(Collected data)
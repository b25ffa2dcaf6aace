import { openDocument } from "../../server/src/notation/openDocument.ts";
import { createFolder } from "../../server/src/plan/createFolder.ts";

/** Text to tree and blocks, and how many blocks there are. */
export function parse(text: string): number {
  return openDocument(text, "plumb").blocks.length;
}

/** Text to figures and findings, and how many findings there are: what `check` does to one note. */
export function check(text: string): number {
  const note = createFolder({ today: "2026-03-01" }).open("file:///bench/note.plumb", text, "plumb");
  return note.findings().length;
}
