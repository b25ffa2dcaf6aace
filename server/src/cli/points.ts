import { caution } from "../plan/caution.ts";
import { pointsCsv } from "../report/csv.ts";
import { fileJson } from "../report/pointsJson.ts";
import { markdownTable, plainTable, pointsTable } from "../report/pointsTable.ts";
import { printable } from "../report/printable.ts";
import { type LoadedNote, load } from "./load.ts";
import { emit } from "./output.ts";
import type { Common } from "./run.ts";

export interface PointsOptions extends Common {
  readonly format: "table" | "json" | "csv" | "markdown";
}

/** `plumbline points`: every point with its computed values. */
export async function points(paths: readonly string[], options: PointsOptions): Promise<number> {
  const notes = await load(paths, options);
  await emit(written(notes, options), options);
  return 0;
}

function written(notes: readonly LoadedNote[], { format }: PointsOptions): string {
  const files = () => notes.map(({ path, note }) => fileJson(note, path));
  switch (format) {
    case "json":
      return `${JSON.stringify({ schema: 1, caution, files: files() }, null, 2)}\n`;
    case "csv":
      return pointsCsv(files(), caution);
    case "table":
      return printable(`${tables(notes, ({ path }) => `${path}\n`, plainTable)}${caution}\n`);
    case "markdown":
      return printable(`${tables(notes, ({ path }) => `## ${path}\n\n`, markdownTable)}${caution}\n`);
  }
}

/** A table for each note that has points. */
function tables(
  notes: readonly LoadedNote[],
  head: (note: LoadedNote) => string,
  table: typeof plainTable,
): string {
  return notes
    .map((one) => ({ one, ...pointsTable(one.note) }))
    .filter(({ rows }) => rows.length > 0)
    .map(({ one, rows, head: columns }) => `${head(one)}${table(rows, columns)}\n`)
    .join("");
}
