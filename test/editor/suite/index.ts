import { commandTests } from "./commandTests.ts";
import { noteTests } from "./noteTests.ts";
import { hasPage, page } from "./page.ts";
import { pageTests } from "./pageTests.ts";
import { previewTests } from "./previewTests.ts";
import type { Test } from "./workbench.ts";

// A desktop build has no page that could be asked: its run is the shorter for it, and says so by its count.
const tests: readonly Test[] = [
  ...noteTests,
  ...(hasPage ? [...pageTests, ...previewTests] : []),
  ...commandTests,
];

/** Runs the suite in the extension host. Throws where a test failed, as the editor expects it. */
export async function run(): Promise<void> {
  let failed = 0;
  for (const [name, test] of tests) {
    try {
      await test();
      console.log(`  ok    ${name}`);
    } catch (error) {
      failed++;
      const why = error instanceof Error ? (error.stack ?? error.message) : String(error);
      console.log(`  FAIL  ${name}\n        ${why}`);
      // The picture helps whoever reads the failure; that it cannot be taken is no failure of its own.
      if (hasPage) await page.screenshot(`failed-${failed}`).catch(() => undefined);
    }
  }
  console.log(`editor: ${tests.length - failed} passed, ${failed} failed`);
  if (failed > 0) throw new Error(`${failed} of ${tests.length} editor tests failed.`);
}
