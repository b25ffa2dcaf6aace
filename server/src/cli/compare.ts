import { stat } from "node:fs/promises";
import { dirname, resolve, sep } from "node:path";
import { discover } from "../disk/discover.ts";
import { diskTree } from "../disk/diskTree.ts";
import { notesIn } from "../files/walk.ts";
import { compare as compareRevisions, type Revision } from "../report/compare.ts";
import { comparisonJson } from "../report/comparisonJson.ts";
import { comparisonText } from "../report/comparisonText.ts";
import { findingsJson } from "../report/findingsJson.ts";
import { printable } from "../report/printable.ts";
import { exitCode, type FailOn } from "./check.ts";
import { load } from "./load.ts";
import { emit } from "./output.ts";
import type { Common } from "./run.ts";
import { UsageError } from "./usageError.ts";

export interface CompareOptions extends Common {
  readonly format: "table" | "json" | "markdown";
  readonly failOn: FailOn;
  readonly oldRoot?: string;
  readonly newRoot?: string;
}

/** Where a revision lies, and where its cards and limits are looked for. */
interface Place {
  /** As it was named. */
  readonly named: string;
  readonly file: string;
  readonly root: string;
  /** True where the root was given for this revision alone. */
  readonly own: boolean;
}

/** `plumbline compare`: what changed between two revisions of a note. */
export async function compare(before: string, now: string, options: CompareOptions): Promise<number> {
  if (before === "-" && now === "-") {
    throw new UsageError("Only one of the two revisions can come from standard input.");
  }
  const oldPlace = await placeOf(before, options.oldRoot, options);
  const newPlace = await placeOf(now, options.newRoot, options);
  const old = await revision(oldPlace, newPlace, options);
  const newer = await revision(newPlace, oldPlace, options);
  const comparison = compareRevisions(old, newer);
  const text =
    options.format === "json"
      ? `${JSON.stringify(comparisonJson(comparison), null, 2)}\n`
      : printable(comparisonText(comparison, options.format));
  await emit(text, options);
  return exitCode([{ path: newer.path, findings: findingsJson(newer.note) }], options.failOn);
}

async function placeOf(
  named: string,
  root: string | undefined,
  { root: common, stdinPath }: CompareOptions,
): Promise<Place> {
  const file = resolve(named === "-" ? stdinPath : named);
  const found = named === "-" ? null : await stat(file).catch(() => null);
  if (found?.isDirectory()) {
    throw new UsageError(`${named} is a folder: compare takes two notes, so name the file in it.`);
  }
  return { named, file, root: resolve(root ?? common), own: root !== undefined };
}

/** Reads one revision so that nothing of the other reaches it: both may define the same names. */
async function revision(place: Place, other: Place, options: CompareOptions): Promise<Revision> {
  const under = await discover([place.root], process.cwd());
  if (under.problems.length > 0) throw new UsageError(under.problems.join("\n"));
  const besides = new Set([...(await notesIn(diskTree, dirname(place.file))), ...under.files]);
  const [loaded] = await load([place.named], {
    ...options,
    besides: [...besides].filter((file) => !belongsTo(other, place, file)),
  });
  if (!loaded) throw new UsageError(`There is no note in ${place.named}.`);
  return loaded;
}

/** True for the other revision itself, and for what lies in folders that are the other's alone. */
function belongsTo(other: Place, place: Place, file: string): boolean {
  if (file === place.file) return false;
  const folders = [dirname(other.file), ...(other.own ? [other.root] : [])];
  return (
    file === other.file ||
    folders.some(
      (folder) => isIn(file, folder) && !isIn(place.file, folder) && !(place.own && isIn(place.root, folder)),
    )
  );
}

function isIn(path: string, folder: string): boolean {
  return path === folder || path.startsWith(folder.endsWith(sep) ? folder : folder + sep);
}
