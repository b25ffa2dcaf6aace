import { caution } from "../plan/caution.ts";
import { findingsJson } from "../report/findingsJson.ts";
import { findingsText, summarize, summaryText } from "../report/findingsText.ts";
import { passedJson } from "../report/passed.ts";
import { type CheckedFile, sarifLog } from "../report/sarif.ts";
import { load } from "./load.ts";
import { emit, painter } from "./output.ts";
import type { Common } from "./run.ts";
import { UsageError } from "./usageError.ts";
import { VERSION } from "./version.ts";

export interface CheckOptions extends Common {
  readonly format: "text" | "json" | "sarif";
  readonly failOn: "error" | "warning" | "never";
  readonly passed: boolean;
}

/** `plumbline check`: every finding of the notes. */
export async function check(paths: readonly string[], options: CheckOptions): Promise<number> {
  if (options.passed && options.format === "text") {
    throw new UsageError("--passed needs --format json or sarif: the text form lists findings alone.");
  }
  const notes = await load(paths, options);
  const files = notes.map(
    ({ path, note }): CheckedFile => ({
      path,
      findings: findingsJson(note),
      ...(options.passed ? { passed: passedJson(note) } : {}),
    }),
  );
  await emit(written(files, options), options);
  if (options.format === "text" && !options.quiet) process.stderr.write(`${summaryText(files)}${caution}\n`);
  return exitCode(files, options.failOn);
}

function written(files: readonly CheckedFile[], options: CheckOptions): string {
  switch (options.format) {
    case "json":
      return `${JSON.stringify({ schema: 1, caution, files, summary: summarize(files) }, null, 2)}\n`;
    case "sarif":
      return `${JSON.stringify(sarifLog(files, VERSION, caution), null, 2)}\n`;
    case "text":
      return findingsText(files, painter(options));
  }
}

/** 1 where the files have a finding at or above `failOn`, else 0. */
export function exitCode(files: readonly CheckedFile[], failOn: CheckOptions["failOn"]): number {
  const { error, warning } = summarize(files);
  switch (failOn) {
    case "never":
      return 0;
    case "warning":
      return error + warning > 0 ? 1 : 0;
    case "error":
      return error > 0 ? 1 : 0;
  }
}
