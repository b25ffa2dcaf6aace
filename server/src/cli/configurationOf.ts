import { join, relative, resolve } from "node:path";
import { diskTree } from "../disk/diskTree.ts";
import { readNote } from "../files/readNote.ts";
import {
  CONFIGURATION_FILE,
  type Configuration,
  noConfiguration,
  readConfiguration,
} from "../plan/configuration.ts";
import { UsageError } from "./usageError.ts";

/** What the `plumbline.json` in the root says; with a mistake in it nothing is checked, for it may hide a finding. */
export async function configurationOf(root: string): Promise<Configuration> {
  const file = join(resolve(root), CONFIGURATION_FILE);
  if (!(await diskTree.holds(resolve(root), CONFIGURATION_FILE))) return noConfiguration;
  const shown = relative(process.cwd(), file) || file;
  const read = await readNote(diskTree, file);
  if ("problem" in read) throw new UsageError(read.problem);
  const { configuration, problems } = readConfiguration(read.text);
  if (problems.length === 0) return configuration;
  const lines = problems.map(({ message, start }) => {
    const before = read.text.slice(0, start).split("\n");
    return `${shown}:${before.length}:${(before[before.length - 1] ?? "").length + 1}  ${message}`;
  });
  throw new UsageError(lines.join("\n"));
}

Task brief: Above are the records; copy exactly the lines from the line with "options: CompareOptions): Promise<Revision>" through the line with "const besides = new", both included.

Exercise response:
async function revision(place: Place, other: Place, options: CompareOptions): Promise<Revision> {
  const under = await discover([place.root], process.cwd());
  if (under.problems.length > 0) throw new UsageError(under.problems.join("\n"));
  const besides = new Set([...(await notesIn(diskTree, dirname(place.file))), ...under.files]);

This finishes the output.